Auch viele Unternehmen hier in der Region leiden unter diesen Lieferengpässen, sagt Andreas Kempff von der IHK-Rhein-Neckar:

"Die Logistiksituation weltweit wird sich im Laufe des Jahres entspannen. Das kann sich aber bis ins dritte Quartal 2022 hinziehen. Denn das Logistikgeschäft ist sehr komplex."

Viele Teile vergriffen und teuer

Der Schaden, der dadurch für die betroffenen Unternehmen entstehe, lasse sich direkt nicht beziffern, sagt Andreas Kempff. Klar sei aber: Wenn die Unternehmen Teile kaufen, dann sind die jetzt teurer. Denn viele Teile sind Mangelware. Diese Preise werden dann teilweise auch an die Kunden weitergegeben. Bei der Frage nach der Ursache für die Material- und Lieferengpässe verweist Andreas Kempff unter anderem auf eine Schiffshavarie, die im März dieses Jahres weltweit für Schlagzeilen gesorgt hat. Aber es gibt weitere Faktoren, zu denen auch die Kunden durch ihr verhalten selbst beitragen.

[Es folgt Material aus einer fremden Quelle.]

/**
 * Task rules through the API: owners must be active users, tasks are edited while the plan is a
 * draft or rejected and worked on once it is approved (by the owner, a risk manager or an
 * administrator), deletion, comments with their audit record, and the order of my tasks.
 */
import type ExcelJS from 'exceljs';
import { afterAll, beforeAll, describe, expect, it } from 'vitest';
import type { MyTasksDto, PlanDto, PlanTaskDetailDto } from '@keelson/contracts';
import { ACCOUNT_OF_ROLE } from '../testing/test-app';
import { downloadWorkbook } from '../testing/workbook-download';
import { createPlanTestApp, type PlanTestApp } from './plan-test-setup';

let s: PlanTestApp;
let viewer: number;
let buyer: number;
beforeAll(async () => {
  s = await createPlanTestApp();
  viewer = s.t.userId('viewer@demo.test');
  buyer = s.t.userId('buyer@demo.test');
}, 60_000);
afterAll(() => s.t.close());

/** Submits and approves a plan on S-1-001 (P-SOUTH only). */
const approve = async (plan: PlanDto) => {
  await s.post('risk', `/api/plans/${plan.id}/submit`).expect(200);
  const response = await s.post('south', `/api/plans/${plan.id}/decisions`,
    { plantCode: 'P-SOUTH', decision: 'approved' });
  expect(response.status).toBe(200);
  return response.body as PlanDto;
};

describe('task owners', () => {
  it('must be active users, named by the body field', async () => {
    const entryId = s.entryOf['S-1-001']!;
    const missing = await s.post('risk', `/api/register/${entryId}/plans`, {
      strategy: 'other', description: 'x', tasks: [{ title: 'A' }, { title: 'B', ownerId: 9999 }],
    });
    expect(missing.status).toBe(400);
    expect(missing.body.error.message)
      .toBe('The request is not valid: body.tasks.1.ownerId: There is no user 9999.');
    const plan = await s.draft('S-1-001');
    s.t.database.sqlite.prepare('update users set is_active = 0 where id = ?').run(buyer);
    const inactive = await s.post('risk', `/api/plans/${plan.id}/tasks`,
      { title: 'Call the forge', ownerId: buyer });
    s.t.database.sqlite.prepare('update users set is_active = 1 where id = ?').run(buyer);
    expect(inactive.status).toBe(400);
    expect(inactive.body.error.details.issues).toEqual([{ path: 'body.ownerId',
      message: `User ${buyer} (Bruno Keller) is deactivated and cannot own a task.` }]);
    const untitled = await s.post('risk', `/api/plans/${plan.id}/tasks`, { title: ' ' });
    expect(untitled.status).toBe(400);
    expect(untitled.body.error.message).toContain('body.title: give the task a title');
  });
});

describe('editing tasks of a draft', () => {
  it('adds, edits and deletes tasks while the plan is a draft, with audit records', async () => {
    const plan = await s.draft('S-1-001');
    const added = await s.post('risk', `/api/plans/${plan.id}/tasks`,
      { title: 'Call the forge', ownerId: viewer, dueDate: '2026-03-10' });
    expect(added.status).toBe(201);
    const task = added.body as PlanTaskDetailDto;
    expect(task).toMatchObject({ planId: plan.id, title: 'Call the forge',
      owner: { id: viewer }, status: 'todo', isActive: false, isOverdue: false,
      plan: { id: plan.id, status: 'draft' } });
    const edited = await s.patch('admin', `/api/tasks/${task.id}`,
      { title: 'Call the forge twice', dueDate: null });
    expect(edited.status).toBe(200);
    expect(edited.body).toMatchObject({ title: 'Call the forge twice', dueDate: null,
      plan: { id: plan.id, status: 'draft' } });
    const early = await s.patch('viewer', `/api/tasks/${task.id}`, { status: 'doing' });
    expect(early.status).toBe(403);
    expect(early.body.error.message).toBe(`The tasks of plan ${plan.id} start when the plan is ` +
      'approved; until then their status stays "to do".');
    const notWriter = await s.patch('viewer', `/api/tasks/${task.id}`, { title: 'Mine' });
    expect(notWriter.status).toBe(403);
    expect(notWriter.body.error.message).toContain('Only a risk manager or an administrator');
    expect((await s.del('buyer', `/api/tasks/${task.id}`)).status).toBe(403);
    expect((await s.del('risk', `/api/tasks/${task.id}`)).status).toBe(204);
    expect((await s.get('risk', `/api/tasks/${task.id}`)).status).toBe(404);
    expect(s.audit('plan_task', task.id).map((row) => [row.action, row.before])).toEqual([
      ['task.created', null],
      ['task.updated', { title: 'Call the forge', dueDate: '2026-03-10' }],
      ['task.deleted', { title: 'Call the forge twice', ownerId: viewer, dueDate: null,
        status: 'todo' }],
    ]);
  });

  it('puts a rejected plan back to draft when a task is added', async () => {
    const plan = await s.draft('S-1-001');
    await s.post('risk', `/api/plans/${plan.id}/submit`).expect(200);
    await s.post('south', `/api/plans/${plan.id}/decisions`,
      { plantCode: 'P-SOUTH', decision: 'rejected', comment: 'Needs an owner for the work.' })
      .expect(200);
    const added = await s.post('risk', `/api/plans/${plan.id}/tasks`,
      { title: 'Own the work', ownerId: viewer });
    expect((added.body as PlanTaskDetailDto).plan.status).toBe('draft');
    expect((await s.get('risk', `/api/plans/${plan.id}`)).body)
      .toMatchObject({ status: 'draft', rejectionComment: 'Needs an owner for the work.' });
    expect(s.audit('plan', plan.id).slice(-1)[0]).toMatchObject({ action: 'plan.updated',
      before: { status: 'rejected' }, after: { status: 'draft' } });
  });
});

"Wir haben die Situation, dass die Kaufkraft jetzt zurückgestaut wird. Das hatten wir auch schon durch die harten Lockdowns. Das drückt sich dann in einer erhöhten Sparquote aus. Die nur teilweise in den Onlinehandel fließt. Wenn sich diese Kaufkraft explosionsartig entlädt, trifft sie auf ein reduziertes Angebot. Hier hoffen wir, dass das nächstes Jahr besser wird."

Mitarbeitermangel im Hotel- und Gastrogewerbe

Weniger betroffen von den Lieferengpässen: Der Handel, sowie die Hotellerie und Gastronomie. Die haben aber laut IHK-Rhein-Neckar mit einem Mitarbeitermangel zu kämpfen: Viele Beschäftigte aus diesen Branchen hätten gekündigt, weil der Job wegen den Corona-Beschränkungen zu unsicher geworden ist. Wann sich diese Situation wieder entspannt? Der IHK-Experte Andreas Kempff wagt nur eine vorsichtige Prognose für das kommende Jahr.